### REQUIREMENT:
An identical copy of all the entries is the required result.

### EXCERPTED RECORDS:
def test_failed_block_expansion_is_counted_warned_and_rolled_back(
    tmp_path: Path, monkeypatch: pytest.MonkeyPatch
) -> None:
    doc = ezdxf.new("R2013")
    doc.header["$INSUNITS"] = 6
    grid = doc.blocks.new("GRID")
    grid.add_line((0, 0, 0), (1, 0, 0))
    msp = doc.modelspace()
    # A 2 x 2 MINSERT grid whose third cell fails to expand.
    msp.add_blockref("GRID", (0, 0, 0), dxfattribs={"layer": "G"}).grid(
        size=(2, 2), spacing=(5, 5)
    )
    msp.add_line((0, 0, 0), (0, 0, 1), dxfattribs={"layer": "POST"})
    path = tmp_path / "grid.dxf"
    doc.saveas(path)

    from ezdxf.entities import Insert

    real = Insert.virtual_entities
    calls = {"n": 0}

    def flaky(self: Any, *args: Any, **kwargs: Any) -> Any:
        calls["n"] += 1
        if calls["n"] == 3:
            raise ezdxf.DXFStructureError("broken cell")
        return real(self, *args, **kwargs)

    monkeypatch.setattr(Insert, "virtual_entities", flaky)
    model, texts = _caught(sfdxf.read, path)
    # The whole reference is skipped (not two of its four cells), and said so.
    assert model.n_members == 1
    kind = "INSERT of block 'GRID' (DXFStructureError)"
    assert model.meta["io:ignored"][kind] == {"count": 1, "layers": {"G": 1}}
    assert any("1 entity skipped" in t and kind in t for t in texts), texts


def test_unsupported_entities_are_warned_with_counts_and_layers(tmp_path: Path) -> None:
    doc = ezdxf.new("R2013")
    doc.header["$INSUNITS"] = 6
    msp = doc.modelspace()
    msp.add_line((0, 0, 0), (1, 0, 0), dxfattribs={"layer": "A"})
    for k in range(3):
        msp.add_text(f"note {k}", dxfattribs={"layer": "NOTES"})
    msp.add_mtext("more", dxfattribs={"layer": "NOTES"})
    path = tmp_path / "text.dxf"
    doc.saveas(path)
    _, texts = _caught(sfdxf.read, path)
    assert (
        f"{path}: 4 entities of kinds that are not members were ignored: "
        "TEXT x3 on 'NOTES'; MTEXT x1 on 'NOTES'"
    ) in texts


# ---------------------------------------------------------------------------
# Damaged drawings (issue 9)
# ---------------------------------------------------------------------------


def _grid_drawing(path: Path, lineweight: int | None = None) -> Path:
    doc = ezdxf.new("R2013")
    doc.header["$INSUNITS"] = 4
    msp = doc.modelspace()
    if lineweight is not None:
        msp.add_line((0, 0, 0), (0, 0, 500), dxfattribs={"layer": "POST", "lineweight": lineweight})
    for i in range(4):
        msp.add_line((i * 1000, 0, 0), ((i + 1) * 1000, 0, 0), dxfattribs={"layer": "CHORD"})
        msp.add_line((i * 1000, 0, 0), (i * 1000 + 500, 0, 800), dxfattribs={"layer": "DIAG"})
    doc.saveas(path)
    return path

### FINISHED EXERCISE:
def test_failed_block_expansion_is_counted_warned_and_rolled_back(
    tmp_path: Path, monkeypatch: pytest.MonkeyPatch
) -> None:
    doc = ezdxf.new("R2013")
    doc.header["$INSUNITS"] = 6
    grid = doc.blocks.new("GRID")
    grid.add_line((0, 0, 0), (1, 0, 0))
    msp = doc.modelspace()
    # A 2 x 2 MINSERT grid whose third cell fails to expand.
    msp.add_blockref("GRID", (0, 0, 0), dxfattribs={"layer": "G"}).grid(
        size=(2, 2), spacing=(5, 5)
    )
    msp.add_line((0, 0, 0), (0, 0, 1), dxfattribs={"layer": "POST"})
    path = tmp_path / "grid.dxf"
    doc.saveas(path)

    from ezdxf.entities import Insert

    real = Insert.virtual_entities
    calls = {"n": 0}

    def flaky(self: Any, *args: Any, **kwargs: Any) -> Any:
        calls["n"] += 1
        if calls["n"] == 3:
            raise ezdxf.DXFStructureError("broken cell")
        return real(self, *args, **kwargs)

    monkeypatch.setattr(Insert, "virtual_entities", flaky)
    model, texts = _caught(sfdxf.read, path)
    # The whole reference is skipped (not two of its four cells), and said so.
    assert model.n_members == 1
    kind = "INSERT of block 'GRID' (DXFStructureError)"
    assert model.meta["io:ignored"][kind] == {"count": 1, "layers": {"G": 1}}
    assert any("1 entity skipped" in t and kind in t for t in texts), texts


def test_unsupported_entities_are_warned_with_counts_and_layers(tmp_path: Path) -> None:
    doc = ezdxf.new("R2013")
    doc.header["$INSUNITS"] = 6
    msp = doc.modelspace()
    msp.add_line((0, 0, 0), (1, 0, 0), dxfattribs={"layer": "A"})
    for k in range(3):
        msp.add_text(f"note {k}", dxfattribs={"layer": "NOTES"})
    msp.add_mtext("more", dxfattribs={"layer": "NOTES"})
    path = tmp_path / "text.dxf"
    doc.saveas(path)
    _, texts = _caught(sfdxf.read, path)
    assert (
        f"{path}: 4 entities of kinds that are not members were ignored: "
        "TEXT x3 on 'NOTES'; MTEXT x1 on 'NOTES'"
    ) in texts


# ---------------------------------------------------------------------------
# Damaged drawings (issue 9)
# ---------------------------------------------------------------------------


def _grid_drawing(path: Path, lineweight: int | None = None) -> Path:
    doc = ezdxf.new("R2013")
    doc.header["$INSUNITS"] = 4
    msp = doc.modelspace()
    if lineweight is not None:
        msp.add_line((0, 0, 0), (0, 0, 500), dxfattribs={"layer": "POST", "lineweight": lineweight})
    for i in range(4):
        msp.add_line((i * 1000, 0, 0), ((i + 1) * 1000, 0, 0), dxfattribs={"layer": "CHORD"})
        msp.add_line((i * 1000, 0, 0), (i * 1000 + 500, 0, 800), dxfattribs={"layer": "DIAG"})
    doc.saveas(path)
    return path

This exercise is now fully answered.